REQUIRED ACTION -> Every entry below needs to be copied exactly.
==== TASK INPUTS ====
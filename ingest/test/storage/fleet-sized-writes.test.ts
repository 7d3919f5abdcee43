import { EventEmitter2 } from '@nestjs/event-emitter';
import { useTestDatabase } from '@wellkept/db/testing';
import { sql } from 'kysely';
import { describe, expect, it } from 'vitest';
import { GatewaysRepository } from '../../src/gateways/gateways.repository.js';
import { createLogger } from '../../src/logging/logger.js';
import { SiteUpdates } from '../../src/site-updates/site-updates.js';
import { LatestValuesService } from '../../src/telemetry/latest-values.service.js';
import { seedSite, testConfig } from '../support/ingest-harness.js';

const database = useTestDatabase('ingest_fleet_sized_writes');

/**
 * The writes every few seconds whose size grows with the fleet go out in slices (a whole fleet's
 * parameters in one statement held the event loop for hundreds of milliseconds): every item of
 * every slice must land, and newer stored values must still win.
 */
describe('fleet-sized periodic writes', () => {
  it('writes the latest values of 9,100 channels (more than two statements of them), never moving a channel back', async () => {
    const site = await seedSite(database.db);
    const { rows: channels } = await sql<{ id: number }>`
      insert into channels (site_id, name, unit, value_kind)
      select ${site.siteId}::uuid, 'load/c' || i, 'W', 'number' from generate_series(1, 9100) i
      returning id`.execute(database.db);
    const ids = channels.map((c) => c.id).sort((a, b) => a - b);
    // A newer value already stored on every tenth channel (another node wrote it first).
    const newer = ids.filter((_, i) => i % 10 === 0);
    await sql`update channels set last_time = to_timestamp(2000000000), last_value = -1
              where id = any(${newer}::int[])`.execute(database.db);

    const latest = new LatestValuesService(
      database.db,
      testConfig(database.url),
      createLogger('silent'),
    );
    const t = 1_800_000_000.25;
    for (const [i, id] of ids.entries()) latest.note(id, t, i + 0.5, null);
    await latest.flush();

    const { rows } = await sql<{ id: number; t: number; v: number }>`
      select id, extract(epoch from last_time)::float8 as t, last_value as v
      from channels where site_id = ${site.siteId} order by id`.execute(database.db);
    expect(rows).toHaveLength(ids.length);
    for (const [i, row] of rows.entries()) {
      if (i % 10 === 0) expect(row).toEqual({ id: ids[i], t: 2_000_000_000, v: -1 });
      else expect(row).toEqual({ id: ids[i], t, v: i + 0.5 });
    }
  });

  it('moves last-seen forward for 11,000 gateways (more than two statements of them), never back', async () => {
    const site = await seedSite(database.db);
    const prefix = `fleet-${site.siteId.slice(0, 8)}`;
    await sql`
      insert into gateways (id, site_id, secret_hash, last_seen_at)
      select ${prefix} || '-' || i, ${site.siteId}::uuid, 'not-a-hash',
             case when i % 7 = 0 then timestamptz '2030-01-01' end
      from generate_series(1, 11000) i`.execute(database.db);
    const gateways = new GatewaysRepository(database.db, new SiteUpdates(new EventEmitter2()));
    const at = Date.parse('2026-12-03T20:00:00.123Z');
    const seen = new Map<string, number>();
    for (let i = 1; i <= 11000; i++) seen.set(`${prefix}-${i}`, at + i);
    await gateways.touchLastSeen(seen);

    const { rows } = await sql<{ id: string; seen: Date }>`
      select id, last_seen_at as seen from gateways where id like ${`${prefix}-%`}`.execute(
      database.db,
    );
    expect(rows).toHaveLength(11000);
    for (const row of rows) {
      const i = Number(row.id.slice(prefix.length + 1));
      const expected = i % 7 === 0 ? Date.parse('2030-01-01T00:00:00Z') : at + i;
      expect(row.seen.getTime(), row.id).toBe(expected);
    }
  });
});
====
RESPONSE TO THIS EXERCISE ->
filename ingest/test/storage/fleet-sized-writes.test.ts
repository 7d3919f5abdcee43
import { EventEmitter2 } from '@nestjs/event-emitter';
import { useTestDatabase } from '@wellkept/db/testing';
import { sql } from 'kysely';
import { describe, expect, it } from 'vitest';
import { GatewaysRepository } from '../../src/gateways/gateways.repository.js';
import { createLogger } from '../../src/logging/logger.js';
import { SiteUpdates } from '../../src/site-updates/site-updates.js';
import { LatestValuesService } from '../../src/telemetry/latest-values.service.js';
import { seedSite, testConfig } from '../support/ingest-harness.js';

const database = useTestDatabase('ingest_fleet_sized_writes');

/**
 * The writes every few seconds whose size grows with the fleet go out in slices (a whole fleet's
 * parameters in one statement held the event loop for hundreds of milliseconds): every item of
 * every slice must land, and newer stored values must still win.
 */
describe('fleet-sized periodic writes', () => {
  it('writes the latest values of 9,100 channels (more than two statements of them), never moving a channel back', async () => {
    const site = await seedSite(database.db);
    const { rows: channels } = await sql<{ id: number }>`
      insert into channels (site_id, name, unit, value_kind)
      select ${site.siteId}::uuid, 'load/c' || i, 'W', 'number' from generate_series(1, 9100) i
      returning id`.execute(database.db);
    const ids = channels.map((c) => c.id).sort((a, b) => a - b);
    // A newer value already stored on every tenth channel (another node wrote it first).
    const newer = ids.filter((_, i) => i % 10 === 0);
    await sql`update channels set last_time = to_timestamp(2000000000), last_value = -1
              where id = any(${newer}::int[])`.execute(database.db);

    const latest = new LatestValuesService(
      database.db,
      testConfig(database.url),
      createLogger('silent'),
    );
    const t = 1_800_000_000.25;
    for (const [i, id] of ids.entries()) latest.note(id, t, i + 0.5, null);
    await latest.flush();

    const { rows } = await sql<{ id: number; t: number; v: number }>`
      select id, extract(epoch from last_time)::float8 as t, last_value as v
      from channels where site_id = ${site.siteId} order by id`.execute(database.db);
    expect(rows).toHaveLength(ids.length);
    for (const [i, row] of rows.entries()) {
      if (i % 10 === 0) expect(row).toEqual({ id: ids[i], t: 2_000_000_000, v: -1 });
      else expect(row).toEqual({ id: ids[i], t, v: i + 0.5 });
    }
  });

  it('moves last-seen forward for 11,000 gateways (more than two statements of them), never back', async () => {
    const site = await seedSite(database.db);
    const prefix = `fleet-${site.siteId.slice(0, 8)}`;
    await sql`
      insert into gateways (id, site_id, secret_hash, last_seen_at)
      select ${prefix} || '-' || i, ${site.siteId}::uuid, 'not-a-hash',
             case when i % 7 = 0 then timestamptz '2030-01-01' end
      from generate_series(1, 11000) i`.execute(database.db);
    const gateways = new GatewaysRepository(database.db, new SiteUpdates(new EventEmitter2()));
    const at = Date.parse('2026-12-03T20:00:00.123Z');
    const seen = new Map<string, number>();
    for (let i = 1; i <= 11000; i++) seen.set(`${prefix}-${i}`, at + i);
    await gateways.touchLastSeen(seen);

    const { rows } = await sql<{ id: string; seen: Date }>`
      select id, last_seen_at as seen from gateways where id like ${`${prefix}-%`}`.execute(
      database.db,
    );
    expect(rows).toHaveLength(11000);
    for (const row of rows) {
      const i = Number(row.id.slice(prefix.length + 1));
      const expected = i % 7 === 0 ? Date.parse('2030-01-01T00:00:00Z') : at + i;
      expect(row.seen.getTime(), row.id).toBe(expected);
    }
  });
});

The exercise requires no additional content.